168 A.2d 510, 224 Md. 550
CourtCourt of Appeals of Maryland
DecidedApril 25, 1961
Docket[No. 154, September Term, 1960.]
StatusPublished
Cited by65 cases

This text of 168 A.2d 510 (Presley v. State) is published on Counsel Stack Legal Research, covering Court of Appeals of Maryland primary law. Counsel Stack provides free access to over 12 million legal documents including statutes, case law, regulations, and constitutions.

Bluebook
Presley v. State, 168 A.2d 510, 224 Md. 550 (Md. 1961).

Opinion

Marbury, J.,

delivered the opinion of the Court.

Appellant appeals from a judgment entered on a jury’s verdict of guilty on the first count and sentence of death upon an indictment returned by the grand jury of Baltimore City containing five counts: rape, assault with intent to rape, carnal knowledge of a girl under fourteen years of age, assault with intent to carnally know a girl under the age of fourteen, and simple assault, all upon an eleven, year old girl, on January 3, 1960.

At the beginning of the trial on April 11, 1960, Judge Cullen, when the talesmen were brought into the courtroom, advised them that this was “an important and serious case” and that he had determined to sequester the jury. He then on the voir dire inquired whether any oí the jury had such *554 conscientious, scruples or opinions as would prevent or preclude them from rendering a verdict of guilty, where the penalty prescribed by law could be death, and whether any of them had formed or expressed any opinion in the case against the appellant by reason of any statement, reports from any news source or persons which would prevent them from rendering a fair and impartial verdict based solely on the law and evidence in the case. He further asked them, at the request of defense counsel, whether any of them had any bias or prejudice against any one because of race or religion, and whether any of them had ever been a complaining witness for the prosecution in any criminal case. No other questions were requested or suggested to the Court by counsel.
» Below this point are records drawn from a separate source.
/* Line encoders of the wire protocol (PROTOCOL.md, sections 1 to 5): data, header and answer lines, each
 * written whole into a caller's buffer as BODY*CCCC\n. No AVR dependency, so the host compiler builds the
 * very same code for the tests that compare it with railtap's own decoder. */
#ifndef RAILTAP_FRAME_H
#define RAILTAP_FRAME_H

#include <stdint.h>

/* Longest line, newline included (PROTOCOL.md section 1, MAX_LINE). */
#define FRAME_MAX_LINE 160u
/* Channels per data line this firmware can send (the protocol allows 8; the ATmega328P build samples 4). */
#define FRAME_MAX_CHANNELS 8u

/* What a header line says about the device; strings must not contain spaces. */
struct frame_info {
    const char *fw;       /* firmware name */
    const char *ver;      /* firmware version */
    uint8_t bits;         /* ADC resolution */
    uint16_t vref_mv;     /* ADC reference */
    uint16_t rate_hz;     /* nominal sample-set rate */
    const char *channels; /* comma-separated names, in count order */
    const char *extra;    /* extra key=value pairs after why=, space-separated, or 0 */
};

/* Each encoder returns the line's length in bytes, newline included, or 0 if it would not fit in
 * FRAME_MAX_LINE (out must hold FRAME_MAX_LINE bytes; nothing useful is left in it then). */
uint8_t frame_data(char *out, uint16_t seq, uint32_t t_us, const uint16_t *counts, uint8_t n);
uint8_t frame_header(char *out, const struct frame_info *info, const char *why);
uint8_t frame_answer(char *out, const char *word, const char *text);

#endif
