#include "crc16.h"

/* Bitwise, without a table: 512 bytes of table would be a quarter of the ATmega328P's RAM (or need PROGMEM
 * reads), and at about 8 shifts per byte a 41-byte data line costs a few thousand cycles, well inside a
 * sample period. */
uint16_t crc16_byte(uint16_t crc, uint8_t b)
{
    uint8_t i;

    crc ^= (uint16_t)b << 8;
    for (i = 0; i < 8; i++)
        crc = (crc & 0x8000u) ? (uint16_t)((crc << 1) ^ 0x1021u) : (uint16_t)(crc << 1);
    return crc;
}

uint16_t crc16(const char *data, uint8_t len)
{
    uint16_t crc = CRC16_INIT;

    while (len--)
        crc = crc16_byte(crc, (uint8_t)*data++);
    return crc;
}
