/* The synthetic waveform of the emulation build: what each "ADC" channel reads for sample set n, counted
 * from 0 at start-up. The emulator has no ADC, so this stands in for it; the end-to-end test computes the
 * same values on its own and compares every recorded count with them. No AVR dependency.
 *
 * All four channels are 10-bit counts, like the ATmega328P's converter:
 *   ch 0, a rail:  800 counts with a triangle ripple of -4..+3, dipping to 600 (a 25 % brownout) for
 *                  samples 512..575 of every 1024;
 *   ch 1, a load:  100 + 150 * k counts, k = 0, 1, 2, 3 stepping every 256 samples;
 *   ch 2, a ramp:  n mod 1024 (every count value, so every hex digit pattern, goes over the wire);
 *   ch 3, a ramp down: 1023 - n mod 1024.
 * Only shifts and masks: the build runs it inside the timer interrupt. */
#ifndef RAILTAP_WAVE_H
#define RAILTAP_WAVE_H

#include <stdint.h>

#define WAVE_CHANNELS 4u

uint16_t wave_count(uint32_t n, uint8_t ch);

#endif
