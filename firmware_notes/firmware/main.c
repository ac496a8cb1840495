/* railtap reference firmware for the ATmega328P: samples up to 4 ADC inputs on TIMER1's schedule and sends
 * them as the lines of PROTOCOL.md, answering the host's three commands between data lines.
 *
 * Interrupts do the timing (TIMER1 compare: take a set; ADC: next channel; USART: bytes in and out); the
 * main loop only formats lines and reads commands. It never sleeps and never waits in a delay loop, so
 * the same code runs in an emulator, where instruction timing is not that of the real part. */
#include "command.h"
#include "config.h"
#include "frame.h"
#include "sampler.h"
#include "uart.h"

#include <avr/interrupt.h>
#include <stdint.h>

/* A header is due every 10 s while running (PROTOCOL.md section 4), measured on the device clock. */
#define TICK_HEADER_US 10000000UL

static char line[FRAME_MAX_LINE];

static struct frame_info info = {
    FW_NAME, FW_VERSION, ADC_BITS, VREF_MV, RATE_HZ, CHANNEL_NAMES,
#if RAILTAP_EMULATE
    "adc=synthetic", /* an extra key (the host keeps it with the header): this run is not a measurement */
#else
    "adc=avr",
#endif
};

static struct cmd_reader reader;
static struct cmd reply;            /* the command being answered; kind CMD_NONE when there is none */
static const char *header_why;      /* a header due, and why; 0 when none */
static uint8_t rate_wait;           /* an accepted !R waits for the last old-rate line to go out */
static uint16_t new_rate_hz;
static uint8_t clock_seen;          /* a data line has been sent, so last_us means something */
static uint32_t last_us;            /* device clock of the last data line sent */
static uint32_t header_us;          /* device clock when the last header was sent */

static void send(uint8_t len)
{
    if (len)
        uart_write(line, len);
}

/* Take in received bytes until one command is complete, unless a reply is still owed: one command at a
 * time keeps the replies in order, and the rest wait in the receive buffer. */
static void read_commands(void)
{
    int16_t c;

    if (reply.kind != CMD_NONE || header_why || rate_wait)
        return;
    while ((c = uart_read()) >= 0) {
        if (!cmd_reader_push(&reader, (char)c, MAX_RATE_HZ, &reply))
            continue;
        header_why = cmd_header_why(&reply);
        if (reply.kind == CMD_HEADER) {
            reply.kind = CMD_NONE; /* answered by the header alone */
        } else if (reply.kind == CMD_RATE) {
            new_rate_hz = reply.rate_hz;
            sampler_set_rate(new_rate_hz);
            rate_wait = 1;
        }
        return;
    }
}

static void send_header(void)
{
    send(frame_header(line, &info, header_why));
    header_why = 0;
    header_us = last_us;
}

static void send_data(const struct sample *s)
{
    send(frame_data(line, s->seq, s->t_us, s->counts, CHANNELS));
    last_us = s->t_us;
    if (!clock_seen) {
        clock_seen = 1;
        header_us = s->t_us; /* the boot header went just before */
    }
    if (!header_why && last_us - header_us >= TICK_HEADER_US)
        header_why = "tick";
}

/* One line per call, whole, and only when the transmit buffer has room for the longest line: an answer
 * first, then a header, then data. While a rate change is pending, only old-rate data may go. */
static void send_next_line(void)
{
    struct sample s;

    if (uart_tx_free() < FRAME_MAX_LINE)
        return;
    if (rate_wait && sampler_rate_switched()) {
        rate_wait = 0;
        info.rate_hz = new_rate_hz;
    }
    if (!rate_wait && reply.kind != CMD_NONE) {
        send(cmd_answer(line, &reply));
        reply.kind = CMD_NONE;
    } else if (!rate_wait && header_why) {
        send_header();
    } else if (sampler_pop(&s)) {
        send_data(&s);
    }
}

int main(void)
{
    uart_init();
    cmd_reader_init(&reader);
    sampler_init(RATE_HZ);
    sei();
    /* A lone newline first: it ends whatever half line the host holds from before a reset, so the boot
     * header is read cleanly (PROTOCOL.md section 6.13). */
    line[0] = '\n';
    send(1);
    header_why = "boot";
    for (;;) {
        read_commands();
        send_next_line();
    }
}
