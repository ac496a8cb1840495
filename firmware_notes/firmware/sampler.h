/* Sample sets taken on TIMER1's schedule into a small ring that the main loop empties.
 *
 * TIMER1 counts in CTC mode (clear on compare match with OCR1A) at F_CPU / 64, 4 us a tick at 16 MHz
 * (F_CPU / 256 below 4 Hz, where a period no longer fits in 16 bits); each compare match is one sample
 * period and starts one sample set. The device clock sent on the wire adds up the periods the timer has
 * counted, in microseconds, so it runs from the crystal (PROTOCOL.md section 3), and a set that is lost
 * (the ADC still busy, the ring full) still moves it on. */
#ifndef RAILTAP_SAMPLER_H
#define RAILTAP_SAMPLER_H

#include "config.h"

#include <stdint.h>

struct sample {
    uint16_t seq;
    uint32_t t_us;
    uint16_t counts[CHANNELS];
};

/* Start sampling at rate_hz (1 to MAX_RATE_HZ); call with interrupts off, before sei(). */
void sampler_init(uint16_t rate_hz);

/* Take the oldest sample set from the ring; 1 if there was one. */
uint8_t sampler_pop(struct sample *out);

/* Change the rate. The sample set already scheduled keeps the old spacing; the next one is the first at
 * the new rate. */
void sampler_set_rate(uint16_t rate_hz);

/* 1 once the new rate is in force and every sample set taken at the old rate has left the ring: the point
 * where the protocol wants the "A rate" answer and the why=rate header. */
uint8_t sampler_rate_switched(void);

#endif
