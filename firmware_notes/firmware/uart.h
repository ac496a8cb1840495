/* USART0 at BAUD, 8N1, interrupt-driven both ways, so formatting the next line overlaps sending this one. */
#ifndef RAILTAP_UART_H
#define RAILTAP_UART_H

#include <stdint.h>

void uart_init(void);

/* Bytes that uart_write can take now. */
uint8_t uart_tx_free(void);

/* Queue n bytes (the caller checked uart_tx_free first, so a line is never split by a full buffer). */
void uart_write(const char *data, uint8_t n);

/* The next received byte, or -1 if none has come. */
int16_t uart_read(void);

#endif
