#include "uart.h"

#include "config.h"

#include <avr/interrupt.h>
#include <avr/io.h>
#include <util/setbaud.h>

/* 256 bytes and 8-bit indices: the indices wrap by themselves, no masking and no division. It holds
 * six 4-channel data lines, so the main loop can format the next line while this one goes out. */
static volatile char tx_buf[256];
static volatile uint8_t tx_head;
static volatile uint8_t tx_tail;

/* Commands are at most 24 bytes and the host sends one at a time; 64 bytes leave slack for a burst. */
#define RX_SIZE 64u
static volatile char rx_buf[RX_SIZE];
static volatile uint8_t rx_head;
static volatile uint8_t rx_tail;

void uart_init(void)
{
    UBRR0H = UBRRH_VALUE;
    UBRR0L = UBRRL_VALUE;
#if USE_2X
    UCSR0A = _BV(U2X0);
#else
    UCSR0A = 0;
#endif
    UCSR0C = _BV(UCSZ01) | _BV(UCSZ00); /* 8 data bits, no parity, 1 stop bit */
    UCSR0B = _BV(RXEN0) | _BV(TXEN0) | _BV(RXCIE0);
}

uint8_t uart_tx_free(void)
{
    uint8_t used;

    /* tx_tail moves in the interrupt; one 8-bit read of it is atomic. */
    used = (uint8_t)(tx_head - tx_tail);
    return (uint8_t)(255u - used);
}

void uart_write(const char *data, uint8_t n)
{
    while (n--)
        tx_buf[tx_head++] = *data++;
    UCSR0B |= _BV(UDRIE0); /* the data-register-empty interrupt sends it */
}

ISR(USART_UDRE_vect)
{
    if (tx_tail == tx_head) {
        UCSR0B &= (uint8_t)~_BV(UDRIE0); /* nothing left: stop asking */
        return;
    }
    UDR0 = tx_buf[tx_tail++];
}

ISR(USART_RX_vect)
{
    char c = (char)UDR0;
    uint8_t next = (uint8_t)((rx_head + 1u) % RX_SIZE);

    /* A full buffer drops the byte; the command it belonged to then fails its CRC and is answered
     * "A err crc", so the host knows to send it again. */
    if (next != rx_tail) {
        rx_buf[rx_head] = c;
        rx_head = next;
    }
}

int16_t uart_read(void)
{
    char c;

    if (rx_tail == rx_head)
        return -1;
    c = rx_buf[rx_tail];
    rx_tail = (uint8_t)((rx_tail + 1u) % RX_SIZE);
    return (uint8_t)c;
}
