#include "command.h"

#include "crc16.h"
#include "frame.h"

void cmd_reader_init(struct cmd_reader *r)
{
    r->len = 0;
    r->overflow = 0;
}

uint8_t cmd_reader_push(struct cmd_reader *r, char c, uint16_t max_rate_hz, struct cmd *out)
{
    uint8_t overflowed;
    uint8_t len;

    if (c != '\n') {
        /* Past the buffer, keep nothing but the fact, so a long line costs no memory and cannot be
         * mistaken for a command by its tail. */
        if (r->len < CMD_LINE_MAX)
            r->buf[r->len++] = c;
        else
            r->overflow = 1;
        return 0;
    }
    overflowed = r->overflow;
    len = r->len;
    cmd_reader_init(r);
    if (overflowed) {
        out->kind = CMD_ERR_CMD;
        return 1;
    }
    cmd_parse(r->buf, len, max_rate_hz, out);
    return out->kind != CMD_NONE;
}

static int8_t nibble(char c)
{
    if (c >= '0' && c <= '9')
        return (int8_t)(c - '0');
    if (c >= 'A' && c <= 'F')
        return (int8_t)(c - 'A' + 10);
    if (c >= 'a' && c <= 'f')
        return (int8_t)(c - 'a' + 10);
    return -1;
}

/* 1 if the line ends in *CCCC and CCCC (either case) is the CRC of the bytes before the '*'. */
static uint8_t crc_ok(const char *line, uint8_t len)
{
    uint16_t sent = 0;
    uint8_t i;

    if (len < 5 || line[len - 5] != '*')
        return 0;
    for (i = (uint8_t)(len - 4); i < len; i++) {
        int8_t v = nibble(line[i]);
        if (v < 0)
            return 0;
        sent = (uint16_t)((sent << 4) | (uint8_t)v);
    }
    return crc16(line, (uint8_t)(len - 5)) == sent;
}

static uint8_t is_token_char(char c)
{
    return (c >= '0' && c <= '9') || (c >= 'A' && c <= 'Z') || (c >= 'a' && c <= 'z');
}

static uint8_t starts_with(const char *body, uint8_t len, const char *prefix)
{
    uint8_t i;

    for (i = 0; prefix[i]; i++)
        if (i >= len || body[i] != prefix[i])
            return 0;
    return 1;
}

static void parse_ping(const char *token, uint8_t len, struct cmd *out)
{
    uint8_t i;

    out->kind = CMD_ERR_CMD;
    if (len == 0 || len > CMD_TOKEN_MAX)
        return;
    for (i = 0; i < len; i++) {
        if (!is_token_char(token[i]))
            return;
        out->token[i] = token[i];
    }
    out->token[len] = '\0';
    out->kind = CMD_PING;
}

/* Decimal digits only; anything else, or a value outside 1..max, is refused. Accumulating in 32 bits with
 * an early stop keeps "!R 99999999999" from wrapping round into an accepted value. */
static void parse_rate(const char *arg, uint8_t len, uint16_t max_rate_hz, struct cmd *out)
{
    uint32_t hz = 0;
    uint8_t i;

    out->kind = CMD_ERR_RATE;
    if (len == 0)
        return;
    for (i = 0; i < len; i++) {
        if (arg[i] < '0' || arg[i] > '9')
            return;
        hz = hz * 10u + (uint32_t)(arg[i] - '0');
        if (hz > max_rate_hz)
            return;
    }
    if (hz == 0)
        return;
    out->rate_hz = (uint16_t)hz;
    out->kind = CMD_RATE;
}

void cmd_parse(const char *line, uint8_t len, uint16_t max_rate_hz, struct cmd *out)
{
    uint8_t body;

    out->kind = CMD_NONE;
    if (len && line[len - 1] == '\r')
        len--;
    if (len == 0)
        return;
    if (!crc_ok(line, len)) {
        out->kind = CMD_ERR_CRC;
        return;
    }
    body = (uint8_t)(len - 5);
    if (body == 2 && starts_with(line, body, "?H"))
        out->kind = CMD_HEADER;
    else if (starts_with(line, body, "?P "))
        parse_ping(line + 3, (uint8_t)(body - 3), out);
    else if (starts_with(line, body, "!R "))
        parse_rate(line + 3, (uint8_t)(body - 3), max_rate_hz, out);
    else
        out->kind = CMD_ERR_CMD;
}

/* Five decimal digits at most: the rate is a uint16_t. */
static void rate_text(char *text, uint16_t hz)
{
    char digits[5];
    uint8_t n = 0;

    do {
        digits[n++] = (char)('0' + hz % 10u);
        hz /= 10u;
    } while (hz);
    while (n)
        *text++ = digits[--n];
    *text = '\0';
}

uint8_t cmd_answer(char *out, const struct cmd *c)
{
    char text[6];

    switch (c->kind) {
    case CMD_PING:
        return frame_answer(out, "pong", c->token);
    case CMD_RATE:
        rate_text(text, c->rate_hz);
        return frame_answer(out, "rate", text);
    case CMD_ERR_CRC:
        return frame_answer(out, "err", "crc");
    case CMD_ERR_CMD:
        return frame_answer(out, "err", "cmd");
    case CMD_ERR_RATE:
        return frame_answer(out, "err", "rate");
    default:
        return 0;
    }
}

const char *cmd_header_why(const struct cmd *c)
{
    if (c->kind == CMD_HEADER)
        return "ask";
    if (c->kind == CMD_RATE)
        return "rate";
    return 0;
}
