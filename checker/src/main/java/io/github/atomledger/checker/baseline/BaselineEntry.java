package io.github.atomledger.checker.baseline;

import io.github.atomledger.checker.check.Finding;

import java.util.Comparator;
import java.util.Objects;

/**
 * One accepted finding of a {@link Baseline}.
 *
 * @param modelFile   the model file relative to the project directory, '/' separated
 * @param ruleId      the rule id of the accepted finding
 * @param elementId   its element id
 * @param fingerprint {@link Fingerprint} of its data
 * @param acceptedBy  who accepted it (free text, no tabs)
 * @param reason      why (free text, no tabs); empty or {@link Baseline#PLACEHOLDER_REASON} means
 *                    not yet given
 * @param line        1-based line in the baseline file, 0 for entries not read from a file
 */
public record BaselineEntry(String modelFile, String ruleId, String elementId, String fingerprint,
                            String acceptedBy, String reason, int line) {

    /** Model file, rule id, element id, fingerprint: the order of the file. */
    public static final Comparator<BaselineEntry> ORDER = Comparator.comparing(BaselineEntry::modelFile)
            .thenComparing(BaselineEntry::ruleId)
            .thenComparing(BaselineEntry::elementId)
            .thenComparing(BaselineEntry::fingerprint);

    public BaselineEntry {
        Objects.requireNonNull(modelFile, "modelFile");
        Objects.requireNonNull(ruleId, "ruleId");
        Objects.requireNonNull(elementId, "elementId");
        Objects.requireNonNull(fingerprint, "fingerprint");
        acceptedBy = oneField(acceptedBy);
        reason = oneField(reason);
    }

    /** A new entry for a finding, with the placeholder reason. */
    public static BaselineEntry pending(Finding f, String acceptedBy) {
        return new BaselineEntry(f.modelFile(), f.ruleId(), f.elementId(), Fingerprint.of(f), acceptedBy,
                Baseline.PLACEHOLDER_REASON, 0);
    }

    /** What matches a finding: file, rule, element and fingerprint. */
    public Key key() {
        return new Key(modelFile, ruleId, elementId, fingerprint);
    }

    /** True when a reason was given (not empty, not the placeholder). */
    public boolean hasReason() {
        return !reason.isBlank() && !reason.strip().startsWith(Baseline.PLACEHOLDER_PREFIX);
    }

    /** The same entry with a line number (0 when written). */
    BaselineEntry atLine(int newLine) {
        return new BaselineEntry(modelFile, ruleId, elementId, fingerprint, acceptedBy, reason, newLine);
    }

    private static String oneField(String text) {
        return text == null ? "" : text.replace('\t', ' ').replace('\r', ' ').replace('\n', ' ').strip();
    }

    /**
     * The matching key of an entry or finding.
     *
     * @param modelFile   model file
     * @param ruleId      rule id
     * @param elementId   element id
     * @param fingerprint data fingerprint
     */
    public record Key(String modelFile, String ruleId, String elementId, String fingerprint) {

        public static Key of(Finding f) {
            return new Key(f.modelFile(), f.ruleId(), f.elementId(), Fingerprint.of(f));
        }
    }
}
After the response to these questions the jury was selected and impaneled, whereupon the Court took a recess for an hour and a half for the purpose of lunch and to allow time for the jurors to arrange to have clothing and other effects picked up at their homes by court officials, and to return at 1:45 p.m.

Upon reconvening defense counsel requested and was granted a conference at the Bench. He requested a mistrial on the basis that while the Jury was at lunch, an article appeared on page 1 of the Local Section of the Baltimore News-Post newspaper as follows:

“ATTACK TRIAL TO OPEN TODAY
Trial of a 42-year-old man charged with raping an 11-year-old girl in the Parkwood Cemetery Jan. 3 was scheduled to begin in Criminal Court today.
James L. Presley, of the 400 block Warren Ave., is charged with picking up the girl in his car while she was on her way to church in Parkville after threatening her with a knife.
Police said he drove her to the cemetery, located just within the city limits, and attacked her.
They said he then drove her back to the county and let her out of the car.
Assistant State’s Atty. John W. Sause, Jr. said he will ask the death penalty for Presley.”

*555 The Court stated that the defense agreed with the Court and with the State to allow the jury to go to lunch and that he had “the very specific agreement to that effect.” He thereupon overruled the motion for mistrial and this gives rise to the first question urged upon this Court as ground for reversal. The general rule with respect to alleged prejudice caused by newspaper publicity has been clearly established in this State by the decisions of this Court, which is that the burden is upon the party alleging prejudice to show: (1) that the newspaper article is prejudicial, (2) that a juror has read the prejudicial newspaper article, and (3) that the jurors’ decision at the trial was influenced by that newspaper article. Gray v. State, 224 Md. 308, 167 A. 2d 865; Piracci v. State, 207 Md. 499, 115 A. 2d 262; Grammer v. State, 203 Md. 200, 100 A. 2d 257; Wanzer v. State, 202 Md. 601, 97 A. 2d 914; Larch v. State, 201 Md. 52, 92 A. 2d 463; Baltimore Radio Show v. State, 193 Md. 300, 67 A. 2d 497; Newton v. State, 147 Md. 71, 127 Atl. 123.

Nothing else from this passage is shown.